Comment 16 for bug 1682423

Revision history for this message
Matt Riedemann (mriedem) wrote :

There is some confusion here about different issues and how this is not working.

The sleep workaround that Bernhard is using is totally unrelated to anything with service versions or message version pins in the services that Mark is talking about.

What Bernhard (and others) are likely hitting with the 404 immediately after the server is created, is that in Ocata we now do this when creating a server:

1. The API service creates a build request (in the nova_api.build_requests table) which is temporary until the instance is created in a cell database.
2. The API casts to conductor to continue building the instance.
3. The conductor service asks the scheduler for a host on which to build the instance, and that host is mapped to a cell via the nova_api.host_mappings table.
4. Once a host is chosen, conductor creates the instance in the cell database and deletes the build request record in the API database.

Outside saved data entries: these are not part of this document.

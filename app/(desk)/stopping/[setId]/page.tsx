import type { Metadata } from 'next';
import { cache } from 'react';

import { read } from '@/app/_server/read';
import { energySpan } from '@/components/scan/scan-words';
import { StoredProfiles } from '@/components/stopping/stored-profiles';
import { ActionButton } from '@/components/ui/action-button';
import { ButtonLink } from '@/components/ui/button-link';
import { InventedMark } from '@/components/ui/invented-mark';
import { Moment } from '@/components/ui/moment';
import { Notice } from '@/components/ui/notice';
import { PageHeader } from '@/components/ui/page-header';
import { StateBadge } from '@/components/ui/state-badge';
import { KeptFile } from '@/components/upload/kept-file';
import { mayAct } from '@/db/access/policy';
import { readStoppingSet } from '@/db/access/stopping-set/read-stopping-set';

import { readViewer } from '../../read-viewer';
import { archiveStoppingSetAction, restoreStoppingSetAction } from '../actions';

/** Title and page ask for the same set; it is read once. */
const readSet = cache((id: string) => read(readStoppingSet, { id }));

export async function generateMetadata({
  params,
}: PageProps<'/stopping/[setId]'>): Promise<Metadata> {
  const { setId } = await params;
  return { title: (await readSet(setId)).name };
}

export default async function StoppingSetPage({ params }: PageProps<'/stopping/[setId]'>) {
  const { setId } = await params;
  const [viewer, set] = await Promise.all([readViewer(), readSet(setId)]);
  const mayEdit = mayAct(viewer, 'edit data');
  const archived = set.archivedAt !== null;
  return (
    <>
      <PageHeader
        breadcrumb={[{ label: 'Stopping sets', href: '/stopping' }]}
        title={set.name}
        badge={
          <>
            {archived && <StateBadge state="archived" />}
            {set.invented && <InventedMark />}
          </>
        }
        meta={[
          set.layerStack,
          energySpan(set.energiesKeV),
          `${set.bins.toLocaleString('en')} depth bins`,
        ]}
        actions={
          mayEdit && (
            <>
              {!archived && <ButtonLink href={`/stopping/${set.id}/edit`}>Edit</ButtonLink>}
              {archived ? (
                <ActionButton
                  action={restoreStoppingSetAction}
                  input={{ id: set.id }}
                  pendingLabel="Restoring…"
                >
                  Restore
                </ActionButton>
              ) : (
                <ActionButton
                  variant="quiet"
                  action={archiveStoppingSetAction}
                  input={{ id: set.id }}
                  pendingLabel="Archiving…"
                >
                  Archive
                </ActionButton>
              )}
            </>
          )
        }
      />
      {archived && (
        <Notice kind="information" title="This stopping set is archived" className="mt-5">
          It is out of the lists; fits made with it stay as they are.
          {mayEdit && ' Restore takes it back.'}
        </Notice>
      )}
      <div className="grid grid-cols-1 gap-8 py-6">
        <StoredProfiles setId={set.id} energies={set.energiesKeV.length} />
        <section aria-labelledby="origin-heading" className="grid content-start gap-2">
          <h2 id="origin-heading">Where it comes from</h2>
          {set.origin !== '' && <p>{set.origin}</p>}
          {set.files.map((file) => (
            <KeptFile key={file.id} file={file} />
          ))}
          <p className="figures text-xs break-all text-ink-3">
            SHA-256 of the profiles {set.sha256}
          </p>
          <p className="text-sm text-ink-2">
            Added by {set.createdBy}, <Moment at={set.createdAt} />
          </p>
          {set.notes !== '' && (
            <p className="mt-2 prose-measure whitespace-pre-wrap">{set.notes}</p>
          )}
        </section>
      </div>
    </>
  );
}
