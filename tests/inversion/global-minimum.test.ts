import { describe, expect, it } from 'vitest';
import { fit, prepareFit } from '@/lib/inversion/index';
import { bruteForce } from './support/brute-force';
import { randomScan, type RandomKind } from './support/random-scans';

/** First seed and number of scans; the study (tests/study/global-minimum.ts) runs 1,000. */
const SCANS: readonly { kind: RandomKind; first: number; count: number }[] = [
  { kind: 'edge', first: 0, count: 80 },
  { kind: 'layer', first: 450, count: 6 },
  { kind: 'band-bending', first: 750, count: 3 },
  { kind: 'saturating', first: 900, count: 4 },
];
/** χ² above brute force that is allowed. Why so small: a hundredth moves an interval by half a per cent of its width. */
const ALLOWED = 0.01;

describe('the global minimum', () => {
  // Source: brute force in support/brute-force.ts, which shares only the fold.
  it.each(SCANS)(
    `is never more than ${ALLOWED} above brute force over $count random scans: $kind`,
    ({ kind, first, count }) => {
      const above: { seed: number; excess: number }[] = [];
      let unusable = 0;
      for (let seed = first; seed < first + count; seed++) {
        const prepared = prepareFit(randomScan(kind, seed));
        const outcome = fit(prepared, { intervalsFor: [] });
        const brute = bruteForce(prepared);
        if (outcome.status === 'no-minimum') {
          unusable++;
          // The lattice of brute force is another one, so its spread may differ a little.
          expect(brute.spread, `seed ${seed}: ${outcome.reason}`).toBeLessThan(1.1);
          continue;
        }
        const excess = outcome.answer.chiSquare - brute.chiSquare;
        if (excess > ALLOWED) above.push({ seed, excess });
      }
      expect(above).toEqual([]);
      expect(unusable).toBeLessThanOrEqual(count / 4);
    },
  );
});
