describe('the carrier profile', () => {
  const input = scanOf(fractionInput({}, 0.004), truth);

  it('is the populated share of a fraction, or cm⁻³ where the concentrations are known', () => {
    const at = (change: Partial<FitInput>) => {
      const prepared = prepareFit({ ...input, ...change });
      const profile = carrierProfile(prepared, answerOf(fit(prepared)), null, {
        depthsNm: [0, 175],
      });
      return { unit: profile.unit, values: profile.points.map(({ value }) => value) };
    };
    const share = at({});
    expect(share.unit).toBe('populated share');
    expect(share.values[0]).toBeCloseTo(0, 4);
    expect(share.values[1]).toBeCloseTo(1, 4);
    expect(at({ polarity: 'accumulation' }).values[0]).toBeCloseTo(1 - share.values[0]!, 12);
    const scale = { bulkPerCm3: 4e15, bulkSigmaPerCm3: null, topPerCm3: null };
    expect(at({ carriers: scale }).values[1]! / (4e15 * share.values[1]!)).toBeCloseTo(1, 12);
    const accumulated = at({ carriers: { ...scale, topPerCm3: 9e15 }, polarity: 'accumulation' });
    expect(accumulated.unit).toBe('cm⁻³');
    expect(accumulated.values[0]! / 9e15).toBeCloseTo(1, 4);
    expect(at({ carriers: scale, polarity: 'accumulation' }).unit).toBe('populated share');
  });

  // Source: p = (Λ − Λ₀)/γ; 1 µs⁻¹ per 10¹² cm⁻³ for γ = 1e-6 cm³/s.
  it('is (Λ − Λ₀)/γ of a rate', () => {
    const prepared = prepareFit(scanOf(rateInput(), rateTruth));
    const found = answerOf(fit(prepared));
    const profile = carrierProfile(prepared, found, null, { depthsNm: [0, 190] });
    const { levelBulk, levelTop } = valuesOf(found);
    expect(profile.points[1]!.value / ((levelBulk! - 0.01) * 1e12)).toBeCloseTo(1, 6);
    // A millionth of the bulk reaches the surface through the tail of the edge.
    expect(Math.abs(profile.points[0]!.value - (levelTop! - 0.01) * 1e12)).toBeLessThan(
      1e-3 * levelBulk! * 1e12,
    );
  });

  // Source: definition of reach and floor; the floor is computed again here from the fold with levels 0 and 1.
  it('flags depths beyond reach and values below the floor', () => {
    const prepared = prepareFit(input);
    const found = answerOf(fit(prepared));
    const profile = carrierProfile(prepared, found);
    const reachNm = stoppingQuantile(SHARED_SET.profiles[12]!, 0.95);
    expect(profile.reachNm).toBeCloseTo(reachNm, 10);
    const values = valuesOf(found);
    const poor = foldScan(prepared, { ...values, levelTop: 1, levelBulk: 0 });
    const floor = Math.min(
      ...poor.map((share) => 0.004 / (Math.abs(values.levelBulk! - values.levelTop!) * share)),
    );
    expect(profile.floor).toBeCloseTo(floor, 12);
    for (const { depthNm, value, flag } of profile.points) {
      expect(flag).toBe(
        depthNm > reachNm ? 'beyond reach' : value < floor ? 'below floor' : 'supported',
      );
    }
    expect(new Set(profile.points.map(({ flag }) => flag)).size).toBe(3);
    expect(profile.points.length).toBeLessThanOrEqual(400);
    expect(profile.points[0]!.depthNm).toBe(0);
  });

  it('counts depth from below the cap', () => {
    const capped = scanOf(fractionInput({ capThicknessNm: 20 }, 0.004), truth);
    const prepared = prepareFit(capped);
    const profile = carrierProfile(prepared, answerOf(fit(prepared)));
    expect(profile.reachNm).toBeCloseTo(stoppingQuantile(SHARED_SET.profiles[12]!, 0.95) - 20, 10);
  });
});
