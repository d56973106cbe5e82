import type { Polarity } from '@/lib/inversion/index';
import type { DemoSample } from './types';

/** What is behind the invented scans of one piece of a wafer. Depths count from the semiconductor surface. */
export interface Wafer {
  key: string;
  name: string;
  dopingPerCm3: number;
  /** Surface band bending in volt, which with the doping gives the edge. */
  bendingV: number;
  polarity: Polarity;
  treatment: string;
  stack: Stack;
}

export interface Stack {
  material: string;
  carrier: 'electrons' | 'holes';
  capMaterial: string;
  capThicknessNm: number;
  /** Relative permittivity. */
  permittivity: number;
  stoppingKey: string;
  /** Diamagnetic fractions in the cap, without carriers, with carriers. */
  levelCap: number;
  levelEmpty: number;
  levelPopulated: number;
}

/** Permittivities from memory: 4H-SiC 9.7, Ge 16.0 (Sze, Physics of Semiconductor Devices, appendix); the rest is invented. */
const CARBIDE: Stack = {
  material: 'n-type 4H-SiC',
  carrier: 'electrons',
  capMaterial: 'thermal oxide',
  capThicknessNm: 25,
  permittivity: 9.7,
  stoppingKey: 'carbide',
  levelCap: 0.19,
  levelEmpty: 0.36,
  levelPopulated: 0.74,
};
const GERMANIUM: Stack = {
  material: 'p-type Ge',
  carrier: 'holes',
  capMaterial: 'alumina',
  capThicknessNm: 4,
  permittivity: 16,
  stoppingKey: 'germanium',
  levelCap: 0.55,
  levelEmpty: 0.742,
  levelPopulated: 0.318,
};

const OXIDISED = { polarity: 'depletion', treatment: 'as oxidised', stack: CARBIDE } as const;
const ANNEALED = {
  polarity: 'depletion',
  treatment: 'annealed after oxidation',
  stack: CARBIDE,
} as const;

export const WAFERS: readonly Wafer[] = [
  {
    key: 'nb31-oxidised',
    name: 'NB-31 as oxidised',
    dopingPerCm3: 4.0e15,
    bendingV: 0.03,
    ...OXIDISED,
  },
  {
    key: 'nb31-annealed',
    name: 'NB-31 annealed',
    dopingPerCm3: 4.0e15,
    bendingV: 0.012,
    ...ANNEALED,
  },
  {
    key: 'nb34-oxidised',
    name: 'NB-34 as oxidised',
    dopingPerCm3: 1.1e16,
    bendingV: 0.03,
    ...OXIDISED,
  },
  {
    key: 'nb34-annealed',
    name: 'NB-34 annealed',
    dopingPerCm3: 1.1e16,
    bendingV: 0.012,
    ...ANNEALED,
  },
  {
    key: 'nb37-oxidised',
    name: 'NB-37 as oxidised',
    dopingPerCm3: 3.2e16,
    bendingV: 0.045,
    ...OXIDISED,
  },
  {
    key: 'nb37-annealed',
    name: 'NB-37 annealed',
    dopingPerCm3: 3.2e16,
    bendingV: 0.05,
    ...ANNEALED,
    polarity: 'accumulation',
  },
  {
    key: 'hx204',
    name: 'HX-204',
    dopingPerCm3: 6.2e15,
    bendingV: 0.0215,
    polarity: 'depletion',
    treatment: 'alumina deposited at low temperature',
    stack: GERMANIUM,
  },
];

export function waferOf(key: string): Wafer {
  const wafer = WAFERS.find((one) => one.key === key);
  if (!wafer) throw new Error(`the demo has no wafer ${key}`);
  return wafer;
}

/** Relative uncertainty of the doping, as a four-point measurement would leave it; invented. */
const DOPING_ERROR = 0.065;

export function demoSamples(): DemoSample[] {
  return WAFERS.map(({ key, name, dopingPerCm3, treatment, stack }) => ({
    key,
    input: {
      name,
      material: stack.material,
      carrier: stack.carrier,
      dopingPerCm3,
      dopingSigmaPerCm3: dopingSigma(dopingPerCm3),
      capMaterial: stack.capMaterial,
      capThicknessNm: stack.capThicknessNm,
      treatment,
      notes: 'Invented sample of the demo team.',
    },
    invented: true,
  }));
}

export function dopingSigma(dopingPerCm3: number): number {
  return Number((DOPING_ERROR * dopingPerCm3).toPrecision(1));
}

const ELECTRON_CHARGE_C = 1.602176634e-19; // CODATA 2018, exact
const VACUUM_PERMITTIVITY_F_PER_CM = 8.8541878188e-14; // CODATA 2022
const NM_PER_CM = 1e7;

/** Depletion width in the abrupt approximation, W = √(2εφ/(qN)), in nm. */
export function edgeDepthNm({ stack, dopingPerCm3 }: Wafer, bendingV: number): number {
  const permittivity = stack.permittivity * VACUUM_PERMITTIVITY_F_PER_CM;
  return Math.sqrt((2 * permittivity * bendingV) / (ELECTRON_CHARGE_C * dopingPerCm3)) * NM_PER_CM;
}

While this is happening, if requests are coming into the API to get the instance, the API code is going to lookup the instance in the cell database via it's nova_api.instance_mappings record. If the instance is not mapped to a cell yet, the API will lookup the build request record and use that to return details about the instance while it's building.

There should be no window of time where neither exist and you get a 404.

I do remember there being some intermittent Tempest failures because of a window of time where the build request was gone but the instance wasn't mapped to the cell, but we fixed that and it should already be in Ocata.

What version of Ocata are people experiencing this issue? If you're still at 15.0.0 then you need to upgrade the controller services to make sure you have the latest fixes.